En face, l'avocate de l'État, Me Claire Litaudon, avait plaidé que dans chacun des treize cas, le contrôle était "justifié". Selon l'avocate, la question des contrôles d'identité abusifs ne devait pas se jouer dans les tribunaux mais au Parlement, en décidant, si besoin, de modifier le code de procédure pénale. La représentante du ministère public avait abondé dans son sens, demandant la confirmation des décisions prises en première instance.

La cour d'appel avait tranché, jugeant que dans cinq cas étaient réunies des "présomptions graves, précises et concordantes" permettant d'établir que les contrôles ont été réalisés "en tenant compte de l'apparence physique et de l'appartenance, vraie ou supposée à une ethnie ou une race" et que l'autorité publique avait échoué à démontrer en quoi ces contrôles étaient "justifiés".

Elle avait ordonné à l'État de verser 1.500 euros de dommages et intérêts à chacun des plaignants concernés. Pour leurs avocats, qui se sont pourvus en cassation pour leurs huit clients n'ayant pas obtenu gain de cause, la reconnaissance de la faute de l'État dans cinq dossiers était une "première", ouvrant la voie "à des actions en justice pour demander réparation".

Le pourvoi en cassation de l'État intervient dix ans presque jour pour jour après les émeutes qui avaient embrasé les quartiers populaires, et alors que le président de la République a fait de la lutte contre le racisme et l'antisémitisme une "grande cause nationale" pour l'année 2015.

Le 8 octobre, François Hollande déclarait: "La République ne connaît pas de races ni de couleurs de peau.

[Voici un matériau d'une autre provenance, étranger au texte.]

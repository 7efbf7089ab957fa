package report

import (
	"bytes"
	"context"
	"encoding/base64"
	"encoding/json"
	"encoding/xml"
	"fmt"
	"io"
	"math"
	"os"
	"path/filepath"
	"regexp"
	"slices"
	"strconv"
	"strings"
	"testing"

	"phipsi/cmd/internal/render"
	"phipsi/cmd/internal/scenario"
	"phipsi/mesh"
	"phipsi/solver"
	"phipsi/solver/flow"
)

// fixture is a scenario run through the whole pipeline, as `phipsi run` does it, with what the
// page is made from and summary.json as WriteJSON writes it.
type fixture struct {
	in   HTMLInput
	json []byte
	page []byte
}

var fixtures = map[string]*fixture{}

// solveFixture runs testdata/<file>, its text changed by edit (nil: as is), and writes its page.
// Results are cached by key: the cases are small, but several tests share them.
func solveFixture(t testing.TB, key, file string, edit func(string) string) *fixture {
	t.Helper()
	if f, ok := fixtures[key]; ok {
		return f
	}
	input, m := solveInput(t, file, edit)
	sc, res, phi := input.Scenario, input.Result, input.Phi
	sum, err := NewSummary(input)
	if err != nil {
		t.Fatal(err)
	}
	imgs, err := render.Render(res, phi.Phi, render.Options{Width: sc.Output.ImageWidth, Title: sc.Title, Images: sc.Output.Images})
	if err != nil {
		t.Fatal(err)
	}
	in := HTMLInput{Summary: sum, Scenario: sc, Geometry: m.Geom}
	for _, im := range imgs {
		in.Figures = append(in.Figures, Figure(im))
	}
	return writeFixture(t, key, in)
}

// solveInput runs testdata/<file>, its text changed by edit (nil: as is), through the solves and
// returns what NewSummary takes, with the mesh.
func solveInput(t testing.TB, file string, edit func(string) string) (Input, *mesh.Mesh) {
	t.Helper()
	path := filepath.Join("testdata", file)
	src, err := os.ReadFile(path)
	if err != nil {
		t.Fatal(err)
	}
	if edit != nil {
		src = []byte(edit(string(src)))
	}
	sc, err := scenario.Parse(path, src)
	if err != nil {
		t.Fatal(err)
	}
	plan, err := sc.Plan(0)
	if err != nil {
		t.Fatal(err)
	}
	m, set, err := plan.Build()
	if err != nil {
		t.Fatal(err)
	}
	sys, err := solver.AssemblePsi(m, set)
	if err != nil {
		t.Fatal(err)
	}
	ctx := context.Background()
	settings := &solver.Settings{Tolerance: sc.Solver.Tolerance, MaxIterations: sc.Solver.MaxIterations}
	sol, err := solver.SolvePsi(ctx, sys, sc.Solver.Method, settings)
	if err != nil {
		t.Fatal(err)
	}
	res, err := flow.Derive(sol, flow.Fluid{Density: sc.Fluid.Density, Pressure: sc.Inflow.Pressure})
	if err != nil {
		t.Fatal(err)
	}
	phiSys, err := solver.AssemblePhi(m, set, sol.Circulation, nil)
	if err != nil {
		t.Fatal(err)
	}
	phi, err := solver.SolvePhi(ctx, phiSys, sc.Solver.Method, settings)
	if err != nil {
		t.Fatal(err)
	}
	mismatch, err := flow.MismatchAt(res, phi)
	if err != nil {
		t.Fatal(err)
	}
	var probes []flow.ProbeValue
	for _, p := range sc.Probes {
		v, err := res.Probe(p.Name, mesh.Point{X: p.At[0], Y: p.At[1]})
		if err != nil {
			t.Fatal(err)
		}
		probes = append(probes, v)
	}
	return Input{Version: "0.0.0-test", Scenario: sc, Method: sc.Solver.Method, Result: res,
		Probes: probes, Phi: phi, Mismatch: &mismatch}, m
}

// writeFixture writes the summary and the page of in and caches them under key.
func writeFixture(t testing.TB, key string, in HTMLInput) *fixture {
	t.Helper()
	var js, page bytes.Buffer
	if err := WriteJSON(&js, in.Summary); err != nil {
		t.Fatal(err)
	}
	if err := WriteHTML(&page, in); err != nil {
		t.Fatal(err)
	}
	f := &fixture{in: in, json: js.Bytes(), page: page.Bytes()}
	fixtures[key] = f
	return f
}

// The fixtures: review.toml (three bodies, one with the Kutta condition and one from a points
// file, two probes, cavitation, warnings, every picture, markup in the title and comments);
// the same with an inlet pressure low enough for a negative cavitation margin; and plain.toml
// (an empty contraction: no bodies, probes, vapour pressure or pictures).
func reviewFixture(t testing.TB) *fixture { return solveFixture(t, "review", "review.toml", nil) }

func cavitatingFixture(t testing.TB) *fixture {
	return solveFixture(t, "cavitating", "review.toml", func(s string) string {
		return strings.Replace(s, "pressure = 30000", "pressure = 2600", 1)
	})
}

Elle ne reconnaît pas de communautés. Elle ne connaît que des citoyens, libres et égaux en droit. Et ce n’est pas négociable", ont aussi fait remarquer les associations.

"Dans le contexte actuel, c'est juste catastrophique", s'est alarmé Lanna Hollo, d'Open society justice initiative, qui avait soutenu les plaignants. "Ces contrôles mettent de la méfiance entre la police et la population, avec le sentiment d'être des citoyens de seconde zone. Cela crée un terrain favorable à la radicalisation."